Alla luce di quanto detto sinora, viene il dubbio che l’obbligo di apporre il contrassegno SIAE sui compact disc, “fatto uscire dalla porta potrebbe rientrare dalla finestra”. Ovvero, basterebbe notificarne ora alla Commissione la relativa bozza di regola tecnica. Forse non e’ cosi’ semplice.
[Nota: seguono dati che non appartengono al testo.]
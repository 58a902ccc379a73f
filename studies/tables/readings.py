"""Travel and force of each step."""

from __future__ import annotations

import numpy as np

from pullback.studies.faults import BadInput, Fault
from pullback.studies.study import ReadingsTable
from pullback.studies.tables.table import Table

KNOWN = ("step", "travel", "force")


def read_readings(table: Table, driven_by: str, marked: set[str]) -> ReadingsTable:
    """One row a step; a missing cell only where marks were read in that step (`marked`).

    Driven by travel, both columns are needed; driven by force, travel may be left out.
    """
    needed = ("step", "force") if driven_by == "force" else KNOWN
    table.require(*needed)
    step = table.labels("step")
    first = {label: k for k, label in reversed(list(enumerate(step)))}
    twice = np.array([first[label] < k for k, label in enumerate(step)])
    table.faults_where(twice, "step", lambda k: f'the step "{step[k]}" twice', "each step once")
    values = {
        c: table.numbers(c, d, missing=True) for c, d in (("travel", "length"), ("force", "force")) if table.has(c)
    }
    unread = np.array([label not in marked for label in step])
    faults: list[Fault] = []
    for column in needed[1:]:
        for k in np.flatnonzero(np.isnan(values[column]) & unread):
            wanted = f'a number, as no marks were read in step "{step[k]}"'
            faults.append(table.fault(int(k), column, "a missing cell", wanted))
    if faults:
        raise BadInput(faults)
    absent = np.full(len(step), np.nan)
    return ReadingsTable(tuple(step), values.get("travel", absent), values["force"], table.rows)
E’ in vigore un’ulteriore direttiva comunitaria, menzionata anch’essa nella sentenza della Corte in questione, in cui si annida il vero punctum dolens per il contrassegno SIAE. Nei considerando di questa direttiva si legge: « […] negli Stati membri si rilevano norme e prassi diverse in materia di tutela giuridica del diritto di autore […] tali differenze possono provocare il sorgere di barriere commerciali e distorsioni della concorrenza […] vi e’ il pericolo che le accennate differenze di tutela giuridica si approfondiscano in seguito all’emanazione, negli Stati membri, di nuove e difformi disposizioni legislative ovvero all’emergere di interpretazioni giurisprudenziali divergenti […] tali differenze devono essere eliminate per realizzare l’obiettivo dell’articolo 8 A del trattato, il quale prevede l’instaurazione di uno spazio senza frontiere interne, in modo da creare un regime inteso a garantire che la concorrenza non sia falsata nel mercato comune, come prescritto dall’articolo 3, lettera f) del trattato. »
I principi appena enunciati sarebbero tutti avversi l’attuale impostazione giuridica dell’obbligo di apporre il contrassegno SIAE in generale su tutti i supporti contenenti opere e non solo sui compact disc; vuol dire anzitutto che la Commissione potrebbe facilmente respingerne (anche ora) una eventuale bozza di regola tecnica e che la Corte potrebbe, con un’altra pregiudiziale, dichiararne il conflitto non piu’ solo specifico per i compact disc ma per tutti i supporti contenenti opere.
E’ certo che, alla luce della sentenza della Corte dello scorso 8 novembre, non si incorre ora in sanzioni penali e amministrative per mancata apposizione del contrassegno sui compact disc, tranne se non ci si e’ contrattualmente obbligati con la SIAE a farlo.
Anche questa vicenda sottolinea il fondamentale principio per cui le leggi nazionali, quindi la legge 633 del 1941 nell’ambito del diritto d’autore, devono essere sempre interpretate e relazionate (non solo in sede giudiziale) in funzione delle disposizioni normative comunitarie e internazionali che, collocandosi al di sopra di esse nella gerarchia delle fonti, ne possono modificare l’assetto normativo.